Pharmacy/drug laws and Reg. Agencies

1906: The Pure Food and Drug Act (PFDA)

Required all foods and drugs to meet a standard of strength and purity.

1914: The Harrison Narcotic Act

Regulated drugs that produce or sustain physical and psychological dependence, like Opium.

1938: The Federal Food, Drug and Cosmetic Act (FFDCA)

Manufacturers of drugs and cosmetics must prove that their products are safe.

1951: The Durham-Humphrey Amendment to the FFDCA

Clarified the distinction between prescription and over-the-counter (OTC) drugs. Required physician consent for refills.

1962: The Kefauver-Harris Amendment to the FFDCA

Required drug manufacturers to prove the safety and efficacy of their products before approval by the FDA for marketing.

1970: Poison Prevention Packaging Act

Requires child-proof packaging for safety.

1970: Controlled Substances Act (CSA)

Classified drugs based on their potential for abuse: schedules I-IV

1972: Drug Listing Act

Requires registered drug establishments to provide the FDA with a current list of all drugs intended for commercial distribution.

1976: Medical Device Amendment

Requires pre-market approval for safety and effectiveness of medical devices by the FDA.

1983: Orphan Drug Act

Expedited development of orphan drugs for rare diseases.

1984: Drug price Competition and Patent-term restoration Act (Hatch-Waxman Amendment)

Created the modern generic drug industry, by streamlining approval process of generic drugs that are bioequivalent to the Brand-name Drug; Established the Orange book of drugs with therapeutic equivalence.

1987: Prescription Drug Marketing Act (PDMA)

Restricts sale or distribution of free samples and sales of deeply discounted drugs to hospitals.

1990: Omnibus Budget Reconciliation Act (OBRA)

Requires pharmacists to offer counseling to Medicaid patients regarding medications; Established mandatory Drug Utilization Reviews (DUR).

1990: The Anabolic Steroids Control Act

Drugs that contain testosterone are now schedule III and regulated by the Controlled Substance Act.

1994: Dietary Supplement Health and Education Act (DSHEA)

Vitamins, mineral, and herbs are now classified as 'dietary supplements.' Products do not require FDA approval, but FDA can remove them from the market if deemed unsafe.

1996: Health Insurance Portability and Accountability Act (HIPAA)

Safeguard the privacy of protected health information.

1997: FDA Modernization Act

Legend drug requirements must now state: "Rx only"; replaces verbiage of Durham-Humphrey.

2000: Drug Addiction Treatment Act (DATA)

Physicians can prescribe controlled substances to persons suffering from opioid addiction for detoxification.

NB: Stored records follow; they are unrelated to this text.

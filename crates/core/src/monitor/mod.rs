//! Per-reactor monitoring state: alignment of thermocouples, pressure and steam ratio to
//! each analysis, quality checks, and the evaluation of the approach with the core.
//!
//! Pure: no I/O, no clock (the caller passes `now_ms`), no runtime. Bad data is data:
//! every analysis that is accepted gives an [`Evaluation`] with a quality and reasons;
//! missing values are `None`, never a zero or a default. Duplicates and out-of-order
//! analyses are refused with an [`Outcome`] the caller counts.

pub mod alarm;
pub mod buffer;
pub mod drift;
pub mod reason;
pub mod spec;
pub mod watch;

use std::collections::BTreeMap;

use buffer::{Lookup, Point, ScalarBuffer};
use reason::Findings;
pub use reason::{Reason, ReasonCode};
use spec::{InputSpec, ReactorSpec, ReconcileSpec, SteamRatioSpec};

use crate::approach::{Approach, Flags, GasState, Scratch};
use crate::composition::{Basis, Component, CompositionError, WaterSource, WetComposition, to_wet};
use crate::thermo::species::SpeciesDb;
use crate::units::CompositionUnit;

/// Quality an instrument or gateway attached to a reading.
#[derive(Debug, Clone, Copy, PartialEq, Eq, PartialOrd, Ord)]
pub enum SourceQuality {
    Good,
    Uncertain,
    Bad,
}

impl SourceQuality {
    pub fn worst(self, other: Self) -> Self {
        self.max(other)
    }
    pub fn parse(s: &str) -> Option<Self> {
        match s.trim().to_ascii_lowercase().as_str() {
            "good" | "ok" | "192" => Some(Self::Good),
            "uncertain" | "suspect" | "64" => Some(Self::Uncertain),
            "bad" | "0" => Some(Self::Bad),
            _ => None,
        }
    }
}

/// Quality of a published result.
#[derive(Debug, Clone, Copy, PartialEq, Eq, PartialOrd, Ord)]
pub enum Quality {
    Good,
    Uncertain,
    Bad,
}

impl Quality {
    pub fn as_str(self) -> &'static str {
        match self {
            Self::Good => "good",
            Self::Uncertain => "uncertain",
            Self::Bad => "bad",
        }
    }
}

/// A scalar reading in fixed units (K, bar absolute, or a ratio).
#[derive(Debug, Clone, Copy, PartialEq)]
pub struct ScalarReading {
    pub ts_ms: i64,
    pub value: f64,
    pub quality: SourceQuality,
}

/// A whole analysis: one value per configured component (mole fraction), `None` where
/// the message lacked it.
#[derive(Debug, Clone, PartialEq)]
pub struct AnalysisReading {
    pub ts_ms: i64,
    pub values: Vec<Option<f64>>,
    /// The basis the message states, if it states one.
    pub basis: Option<Basis>,
    pub quality: SourceQuality,
}

/// A decoded input for one reactor.
#[derive(Debug, Clone, PartialEq)]
pub enum Input {
    /// Thermocouple number `.0` of the reactor's list.
    Temperature(usize, ScalarReading),
    Pressure(ScalarReading),
    SteamRatio(ScalarReading),
    Analysis(AnalysisReading),
    /// One component (index into the configured components) of a per-component analyser.
    Component(usize, ScalarReading),
    /// Bed thermocouple number `.0` of the reactor's bed profile.
    BedTemperature(usize, ScalarReading),
    /// Flow meter number `.0` of the reactor's flows (kmol/h).
    Flow(usize, ScalarReading),
    /// The inlet analysis (reconciliation).
    InletAnalysis(AnalysisReading),
}

impl Input {
    /// The reading's own timestamp (for an analysis: its report time).
    pub fn ts_ms(&self) -> i64 {
        match self {
            Input::Temperature(_, r)
            | Input::Pressure(r)
            | Input::SteamRatio(r)
            | Input::Component(_, r)
            | Input::BedTemperature(_, r)
            | Input::Flow(_, r) => r.ts_ms,
            Input::Analysis(a) | Input::InletAnalysis(a) => a.ts_ms,
        }
    }
}

/// An input as used in an evaluation.
#[derive(Debug, Clone, PartialEq)]
pub struct InputUse {
    pub tag: String,
    pub value: Option<f64>,
    pub unit: &'static str,
    pub age_ms: Option<i64>,
    pub used: bool,
}

/// One evaluated analysis.
#[derive(Debug, Clone, PartialEq)]
pub struct Evaluation {
    /// The analysis timestamp as reported, and the time the gas was sampled
    /// (reported minus the configured lag), to which T and P were aligned.
    pub analysis_ts_ms: i64,
    pub sample_ts_ms: i64,
    pub quality: Quality,
    pub reasons: Vec<Reason>,
    pub temperature_k: Option<f64>,
    pub temperature_spread_k: Option<f64>,
    pub pressure_bar: Option<f64>,
    pub steam_ratio: Option<f64>,
    pub inputs: Vec<InputUse>,
    /// Wet mole fractions in the model's species order (empty when the analysis was refused).
    pub mole_fractions: Vec<f64>,
    pub fugacity_coefficients: Vec<f64>,
    pub compressibility_factor: Option<f64>,
    /// One per configured reaction (empty when T, P or the analysis were unusable).
    pub reactions: Vec<Approach>,
    pub equilibrium_mole_fractions: Vec<f64>,
    pub key_measured: Option<f64>,
    pub key_equilibrium: Option<f64>,
    /// The measured key component on the analyser's basis (what its ppm alarm compares).
    pub key_measured_on_basis: Option<f64>,
    /// The temperature approach was withdrawn for at least one reaction because the
    /// equilibrium amount is below the analyser's detection limit: the key component's
    /// measured slip is the headline figure.
    pub approach_not_meaningful: bool,
    /// The bed temperature rise check, where configured and the inlet was measured.
    pub bed_rise: Option<crate::bedrise::BedRise>,
    /// The bed temperature profile where configured: the profile, or why there is none
    /// (the bed inlet or outlet thermocouple missing at the sample time). Bed
    /// thermocouples never change the result's quality: they are not in the approach.
    pub bed_profile: Option<Result<crate::bedprofile::BedProfile, String>>,
    /// Each configured flow at the sample time, kmol/h (None: stale, bad or implausible).
    pub flows: Vec<Option<f64>>,
    /// The normalisation's context inputs at the sample time, in the configured order
    /// (None where the input has no usable value).
    pub context: Vec<Option<f64>>,
    /// The reconciliation where configured: its figures, or why there are none.
    pub reconciliation: Option<Result<Reconciled, String>>,
}

/// A reconciliation of one evaluation.
#[derive(Debug, Clone, PartialEq)]
pub struct Reconciled {
    pub rec: crate::reconcile::Reconciliation,
    /// The inlet analysis used: its sample time.
    pub inlet_sample_ts_ms: i64,
    /// Per reaction, the temperature approach of the reconciled outlet gas (K).
    pub approach_k: Vec<Option<f64>>,
}

/// What happened to an input.
#[derive(Debug, Clone, PartialEq)]
pub enum Outcome {
    /// Buffered; nothing to publish yet.
    Stored,
    /// An analysis was evaluated.
    Evaluated(Box<Evaluation>),
    /// An analysis with the timestamp of one already evaluated (redelivery): ignored.
    Duplicate,
    /// An analysis older than the last evaluated one: refused so that the retained
    /// result never goes back in time.
    OutOfOrder { last_ts_ms: i64 },
    /// A scalar too old to be used.
    TooOld,
    /// A reading stamped outside the clock window ([`spec::ClockWindow`]): refused
    /// before it can touch any ordering state. `ahead_ms` is negative when behind.
    OffClock { ahead_ms: i64 },
}

/// Repeats of an identical analysis that mark the analyser as stuck (3 identical
/// analyses in a row) [common practice: a live GC never repeats every digit].
const STUCK_REPEATS: u32 = 2;

/// The state of one reactor.
#[derive(Debug, Clone)]
pub struct ReactorMonitor {
    temperatures: Vec<ScalarBuffer>,
    bed: Vec<ScalarBuffer>,
    flows: Vec<ScalarBuffer>,
    /// Recent inlet analyses (reconciliation), oldest first.
    inlet: std::collections::VecDeque<AnalysisReading>,
    pressure: ScalarBuffer,
    steam: ScalarBuffer,
    /// Per-component assembly: sample timestamp -> values.
    partial: BTreeMap<i64, (Vec<Option<f64>>, SourceQuality)>,
    last_analysis_ts: Option<i64>,
    last_values: Vec<Option<f64>>,
    repeats: u32,
    scratch: Scratch,
}

const BUFFER: usize = 256;
/// Inlet analyses kept for the reconciliation (an hour of 5-minute analyses and more).
const INLET_ANALYSES: usize = 16;

use crate::units::duration_ms as ms;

2003: Medicare Prescription Drug, Improvement, and Modernization Act (MMA or Medicare Modernization Act)

Subsidize the costs of prescription drugs for Medicare beneficiaries (Medicare part D)

2005: The Combat Methamphetamine Epidemic Act (CMEA)

Regulates retail over-the-counter (OTC) sales of ephedrine and pseudoephedrine. (3.6g per day; 9 g per month)

2007: The Food and Drug Administration Amendments Act (FDAAA)

Shifted the FDA's focus from merely approving new drugs to overseeing the safety of drugs even after approval. Established REMS.

2013: Drug Supply Chain Security Act (DSCSA)

AKA: "Track and Trace." Enhances FDA's ability to protect consumers from exposure to drugs that are counterfeit, stolen, contaminated, or otherwise harmful. Established online database

The Joint Comission (TJC)

mission is to "continuously improve the safety and quality of care provided to the public"; sets standards and accredits healthcare facilities like hospitals, skilled nursing facilities.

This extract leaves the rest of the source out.